• Aim of the task
Because only the count matters, report how many lines in the material hold the string "isNull" and nothing more.

• Materials provided
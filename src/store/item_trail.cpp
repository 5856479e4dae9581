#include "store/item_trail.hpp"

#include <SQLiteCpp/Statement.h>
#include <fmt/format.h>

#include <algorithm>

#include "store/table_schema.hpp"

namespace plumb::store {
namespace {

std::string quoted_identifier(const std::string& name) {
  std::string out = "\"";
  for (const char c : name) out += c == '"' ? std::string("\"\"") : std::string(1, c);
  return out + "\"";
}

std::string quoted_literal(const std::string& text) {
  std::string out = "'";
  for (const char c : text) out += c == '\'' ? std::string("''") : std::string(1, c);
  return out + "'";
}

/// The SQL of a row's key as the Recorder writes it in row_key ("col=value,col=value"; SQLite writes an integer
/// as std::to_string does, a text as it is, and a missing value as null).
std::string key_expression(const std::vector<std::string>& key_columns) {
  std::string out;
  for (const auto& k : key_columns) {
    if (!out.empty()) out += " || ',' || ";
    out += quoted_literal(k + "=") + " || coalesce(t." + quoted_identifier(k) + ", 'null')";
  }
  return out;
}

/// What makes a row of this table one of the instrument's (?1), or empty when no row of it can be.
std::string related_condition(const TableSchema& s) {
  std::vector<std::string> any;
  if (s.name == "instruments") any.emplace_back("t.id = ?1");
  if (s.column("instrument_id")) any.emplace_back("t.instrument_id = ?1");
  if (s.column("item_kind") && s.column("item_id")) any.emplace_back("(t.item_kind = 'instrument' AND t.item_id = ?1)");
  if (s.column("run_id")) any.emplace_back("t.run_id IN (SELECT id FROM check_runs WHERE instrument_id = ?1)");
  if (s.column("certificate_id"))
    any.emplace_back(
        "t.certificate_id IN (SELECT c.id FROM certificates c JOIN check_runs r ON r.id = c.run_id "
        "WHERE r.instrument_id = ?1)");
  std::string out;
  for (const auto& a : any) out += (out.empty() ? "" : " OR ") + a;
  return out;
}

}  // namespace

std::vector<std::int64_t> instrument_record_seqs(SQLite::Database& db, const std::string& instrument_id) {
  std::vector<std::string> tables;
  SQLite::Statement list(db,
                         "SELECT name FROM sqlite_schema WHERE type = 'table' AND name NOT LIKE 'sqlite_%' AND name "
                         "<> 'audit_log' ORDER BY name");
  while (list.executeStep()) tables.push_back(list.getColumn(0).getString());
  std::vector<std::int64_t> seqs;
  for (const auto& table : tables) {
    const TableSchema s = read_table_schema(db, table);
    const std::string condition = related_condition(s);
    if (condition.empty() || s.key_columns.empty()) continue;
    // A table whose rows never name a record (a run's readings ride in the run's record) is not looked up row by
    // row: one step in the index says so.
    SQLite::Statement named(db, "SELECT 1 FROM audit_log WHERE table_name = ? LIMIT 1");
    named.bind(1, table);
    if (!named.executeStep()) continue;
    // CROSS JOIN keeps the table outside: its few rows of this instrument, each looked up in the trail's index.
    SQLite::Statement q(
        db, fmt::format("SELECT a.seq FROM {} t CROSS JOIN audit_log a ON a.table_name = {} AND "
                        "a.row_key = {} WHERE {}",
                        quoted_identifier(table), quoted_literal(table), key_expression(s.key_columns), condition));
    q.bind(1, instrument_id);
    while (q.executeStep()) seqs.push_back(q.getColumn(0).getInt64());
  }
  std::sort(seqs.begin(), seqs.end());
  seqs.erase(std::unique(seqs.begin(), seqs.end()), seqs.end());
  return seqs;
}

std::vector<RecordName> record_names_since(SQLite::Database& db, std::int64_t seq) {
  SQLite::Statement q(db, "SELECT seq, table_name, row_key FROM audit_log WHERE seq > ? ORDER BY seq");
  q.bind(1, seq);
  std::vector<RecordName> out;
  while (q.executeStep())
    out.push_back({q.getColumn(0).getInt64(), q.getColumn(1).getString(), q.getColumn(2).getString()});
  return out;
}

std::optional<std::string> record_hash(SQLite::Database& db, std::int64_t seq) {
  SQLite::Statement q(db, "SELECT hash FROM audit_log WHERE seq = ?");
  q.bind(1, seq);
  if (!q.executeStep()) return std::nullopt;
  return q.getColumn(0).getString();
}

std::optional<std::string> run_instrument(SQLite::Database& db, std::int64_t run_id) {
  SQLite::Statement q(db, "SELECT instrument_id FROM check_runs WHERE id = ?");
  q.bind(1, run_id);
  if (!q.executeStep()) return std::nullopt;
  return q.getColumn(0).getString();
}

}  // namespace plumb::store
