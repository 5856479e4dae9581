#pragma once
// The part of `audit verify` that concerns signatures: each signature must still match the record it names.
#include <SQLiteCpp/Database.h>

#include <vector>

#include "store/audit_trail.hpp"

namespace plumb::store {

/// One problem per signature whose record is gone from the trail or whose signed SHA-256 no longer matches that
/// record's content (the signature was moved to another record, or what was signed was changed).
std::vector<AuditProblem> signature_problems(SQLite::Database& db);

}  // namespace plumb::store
...
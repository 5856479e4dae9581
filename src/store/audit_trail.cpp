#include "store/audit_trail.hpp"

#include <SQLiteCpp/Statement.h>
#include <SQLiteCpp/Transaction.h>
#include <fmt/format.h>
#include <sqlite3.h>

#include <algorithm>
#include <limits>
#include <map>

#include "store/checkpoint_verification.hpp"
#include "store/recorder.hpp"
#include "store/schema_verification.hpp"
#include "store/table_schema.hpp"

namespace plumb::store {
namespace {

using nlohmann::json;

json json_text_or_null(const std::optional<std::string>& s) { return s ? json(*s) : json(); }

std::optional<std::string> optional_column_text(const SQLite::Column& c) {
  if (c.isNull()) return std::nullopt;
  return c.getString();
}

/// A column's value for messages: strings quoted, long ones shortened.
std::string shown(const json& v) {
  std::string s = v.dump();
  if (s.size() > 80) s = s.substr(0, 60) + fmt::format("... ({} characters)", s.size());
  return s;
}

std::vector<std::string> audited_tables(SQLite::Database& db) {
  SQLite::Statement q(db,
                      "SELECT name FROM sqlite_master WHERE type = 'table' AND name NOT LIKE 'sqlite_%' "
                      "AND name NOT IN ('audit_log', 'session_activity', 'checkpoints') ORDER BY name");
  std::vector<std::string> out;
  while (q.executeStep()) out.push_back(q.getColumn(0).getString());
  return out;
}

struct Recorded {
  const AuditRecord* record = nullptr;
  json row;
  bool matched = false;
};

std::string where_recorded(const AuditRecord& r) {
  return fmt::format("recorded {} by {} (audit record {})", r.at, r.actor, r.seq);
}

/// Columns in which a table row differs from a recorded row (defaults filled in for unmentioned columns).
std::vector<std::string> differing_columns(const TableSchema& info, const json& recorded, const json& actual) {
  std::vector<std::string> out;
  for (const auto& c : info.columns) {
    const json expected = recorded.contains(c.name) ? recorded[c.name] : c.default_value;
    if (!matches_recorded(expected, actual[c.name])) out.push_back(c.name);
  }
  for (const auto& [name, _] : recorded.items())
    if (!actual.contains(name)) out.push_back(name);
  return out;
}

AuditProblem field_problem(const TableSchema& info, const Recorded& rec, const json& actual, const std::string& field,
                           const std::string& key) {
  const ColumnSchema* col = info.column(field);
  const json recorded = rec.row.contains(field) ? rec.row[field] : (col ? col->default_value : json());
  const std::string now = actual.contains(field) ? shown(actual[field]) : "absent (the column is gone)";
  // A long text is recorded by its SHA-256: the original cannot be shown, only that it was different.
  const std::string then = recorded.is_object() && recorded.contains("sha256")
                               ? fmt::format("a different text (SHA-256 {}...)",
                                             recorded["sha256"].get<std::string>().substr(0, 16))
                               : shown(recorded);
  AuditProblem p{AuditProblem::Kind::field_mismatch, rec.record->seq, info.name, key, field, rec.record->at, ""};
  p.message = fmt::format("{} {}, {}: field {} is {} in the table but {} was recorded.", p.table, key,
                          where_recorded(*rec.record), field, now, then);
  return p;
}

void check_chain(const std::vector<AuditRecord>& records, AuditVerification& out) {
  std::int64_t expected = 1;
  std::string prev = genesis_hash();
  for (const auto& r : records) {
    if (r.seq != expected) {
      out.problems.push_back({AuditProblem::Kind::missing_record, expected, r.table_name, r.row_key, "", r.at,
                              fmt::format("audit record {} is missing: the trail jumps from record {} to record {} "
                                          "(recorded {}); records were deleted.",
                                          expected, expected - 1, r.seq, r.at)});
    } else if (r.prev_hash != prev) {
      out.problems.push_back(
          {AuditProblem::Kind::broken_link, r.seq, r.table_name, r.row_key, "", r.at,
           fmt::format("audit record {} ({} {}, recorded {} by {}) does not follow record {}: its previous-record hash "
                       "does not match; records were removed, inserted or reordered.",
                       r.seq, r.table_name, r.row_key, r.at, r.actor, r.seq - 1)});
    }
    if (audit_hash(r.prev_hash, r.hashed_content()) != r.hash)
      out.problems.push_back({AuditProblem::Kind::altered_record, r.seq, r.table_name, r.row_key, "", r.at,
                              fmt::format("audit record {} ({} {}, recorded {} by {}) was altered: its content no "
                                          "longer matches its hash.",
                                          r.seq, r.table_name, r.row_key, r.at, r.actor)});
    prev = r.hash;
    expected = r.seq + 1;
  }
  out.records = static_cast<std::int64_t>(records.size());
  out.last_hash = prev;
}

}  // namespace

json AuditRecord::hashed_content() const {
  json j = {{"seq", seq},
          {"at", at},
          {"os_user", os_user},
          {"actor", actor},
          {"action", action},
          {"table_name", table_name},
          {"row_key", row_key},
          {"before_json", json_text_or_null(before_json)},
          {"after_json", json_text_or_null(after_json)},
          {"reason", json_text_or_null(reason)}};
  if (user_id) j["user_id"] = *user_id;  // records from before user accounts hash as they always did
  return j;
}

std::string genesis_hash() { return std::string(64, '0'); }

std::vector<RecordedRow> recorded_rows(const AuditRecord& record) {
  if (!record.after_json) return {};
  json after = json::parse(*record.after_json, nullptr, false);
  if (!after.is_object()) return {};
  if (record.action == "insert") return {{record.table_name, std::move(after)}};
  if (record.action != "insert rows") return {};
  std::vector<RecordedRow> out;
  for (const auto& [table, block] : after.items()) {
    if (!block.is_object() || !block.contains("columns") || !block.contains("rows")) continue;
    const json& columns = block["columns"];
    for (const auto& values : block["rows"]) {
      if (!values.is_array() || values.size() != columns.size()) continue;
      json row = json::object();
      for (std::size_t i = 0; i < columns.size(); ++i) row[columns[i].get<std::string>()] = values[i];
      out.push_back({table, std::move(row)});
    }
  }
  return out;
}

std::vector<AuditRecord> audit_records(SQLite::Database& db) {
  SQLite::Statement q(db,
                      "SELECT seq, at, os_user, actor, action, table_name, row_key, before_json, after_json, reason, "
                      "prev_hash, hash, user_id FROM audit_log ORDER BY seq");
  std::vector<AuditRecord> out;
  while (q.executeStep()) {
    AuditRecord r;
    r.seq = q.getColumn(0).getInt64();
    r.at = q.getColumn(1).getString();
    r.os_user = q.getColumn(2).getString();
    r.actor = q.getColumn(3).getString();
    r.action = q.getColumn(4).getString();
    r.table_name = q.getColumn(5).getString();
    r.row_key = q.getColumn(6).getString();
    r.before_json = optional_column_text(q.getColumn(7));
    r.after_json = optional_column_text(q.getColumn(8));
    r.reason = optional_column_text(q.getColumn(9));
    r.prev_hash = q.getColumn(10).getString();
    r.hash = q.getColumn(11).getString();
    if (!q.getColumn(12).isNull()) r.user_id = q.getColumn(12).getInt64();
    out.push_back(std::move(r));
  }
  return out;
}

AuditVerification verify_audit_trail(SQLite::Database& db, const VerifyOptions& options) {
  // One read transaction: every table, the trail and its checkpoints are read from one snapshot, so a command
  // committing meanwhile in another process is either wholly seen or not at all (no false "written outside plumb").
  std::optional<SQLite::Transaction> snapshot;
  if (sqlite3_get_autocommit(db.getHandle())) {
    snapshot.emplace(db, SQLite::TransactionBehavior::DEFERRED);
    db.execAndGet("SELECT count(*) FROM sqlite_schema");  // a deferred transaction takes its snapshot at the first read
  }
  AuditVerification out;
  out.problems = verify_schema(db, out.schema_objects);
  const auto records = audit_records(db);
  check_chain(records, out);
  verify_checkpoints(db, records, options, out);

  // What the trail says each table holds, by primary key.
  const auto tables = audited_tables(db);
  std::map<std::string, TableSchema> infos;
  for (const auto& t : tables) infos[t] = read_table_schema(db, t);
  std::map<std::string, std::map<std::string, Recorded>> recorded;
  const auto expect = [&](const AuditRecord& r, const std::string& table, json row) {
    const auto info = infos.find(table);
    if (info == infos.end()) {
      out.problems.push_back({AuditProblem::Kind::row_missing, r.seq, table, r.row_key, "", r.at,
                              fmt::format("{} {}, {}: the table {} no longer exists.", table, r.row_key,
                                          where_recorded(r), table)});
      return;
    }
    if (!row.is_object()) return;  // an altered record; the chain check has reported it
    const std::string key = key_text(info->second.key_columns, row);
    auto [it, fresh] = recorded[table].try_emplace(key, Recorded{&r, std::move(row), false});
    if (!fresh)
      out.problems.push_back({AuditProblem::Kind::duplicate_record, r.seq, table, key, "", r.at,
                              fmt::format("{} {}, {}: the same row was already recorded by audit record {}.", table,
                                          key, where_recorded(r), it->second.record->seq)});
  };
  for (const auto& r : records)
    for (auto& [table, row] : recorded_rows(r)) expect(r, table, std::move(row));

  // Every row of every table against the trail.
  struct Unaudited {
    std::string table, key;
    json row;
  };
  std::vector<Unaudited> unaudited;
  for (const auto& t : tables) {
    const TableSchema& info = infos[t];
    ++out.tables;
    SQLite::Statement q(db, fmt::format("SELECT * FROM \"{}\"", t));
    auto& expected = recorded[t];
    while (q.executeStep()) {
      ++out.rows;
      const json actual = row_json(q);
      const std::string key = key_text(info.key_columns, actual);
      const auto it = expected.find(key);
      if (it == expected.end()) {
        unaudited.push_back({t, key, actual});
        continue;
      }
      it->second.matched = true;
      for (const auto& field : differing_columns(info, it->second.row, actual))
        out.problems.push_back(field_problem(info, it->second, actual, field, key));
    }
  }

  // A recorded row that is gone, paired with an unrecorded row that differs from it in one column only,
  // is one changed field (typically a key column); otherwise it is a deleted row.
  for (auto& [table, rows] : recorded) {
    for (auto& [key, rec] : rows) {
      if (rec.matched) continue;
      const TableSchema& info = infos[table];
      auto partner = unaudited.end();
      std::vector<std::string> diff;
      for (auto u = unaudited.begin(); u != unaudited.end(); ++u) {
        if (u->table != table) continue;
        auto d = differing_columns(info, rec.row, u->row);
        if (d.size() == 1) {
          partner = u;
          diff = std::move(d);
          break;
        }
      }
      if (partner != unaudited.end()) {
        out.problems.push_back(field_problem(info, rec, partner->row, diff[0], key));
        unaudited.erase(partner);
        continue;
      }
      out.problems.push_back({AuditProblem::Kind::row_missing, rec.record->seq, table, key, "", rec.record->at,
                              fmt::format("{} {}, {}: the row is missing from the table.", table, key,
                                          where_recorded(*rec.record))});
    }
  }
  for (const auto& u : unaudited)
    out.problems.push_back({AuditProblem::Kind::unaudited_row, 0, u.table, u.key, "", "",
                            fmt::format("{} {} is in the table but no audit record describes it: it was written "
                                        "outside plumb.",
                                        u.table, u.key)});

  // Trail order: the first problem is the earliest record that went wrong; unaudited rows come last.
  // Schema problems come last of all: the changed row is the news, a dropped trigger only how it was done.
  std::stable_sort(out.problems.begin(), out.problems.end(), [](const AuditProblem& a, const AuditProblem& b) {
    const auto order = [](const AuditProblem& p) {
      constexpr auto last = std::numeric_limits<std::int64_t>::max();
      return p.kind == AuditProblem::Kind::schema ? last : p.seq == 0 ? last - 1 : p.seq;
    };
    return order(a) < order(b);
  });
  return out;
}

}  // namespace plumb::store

• Solution
2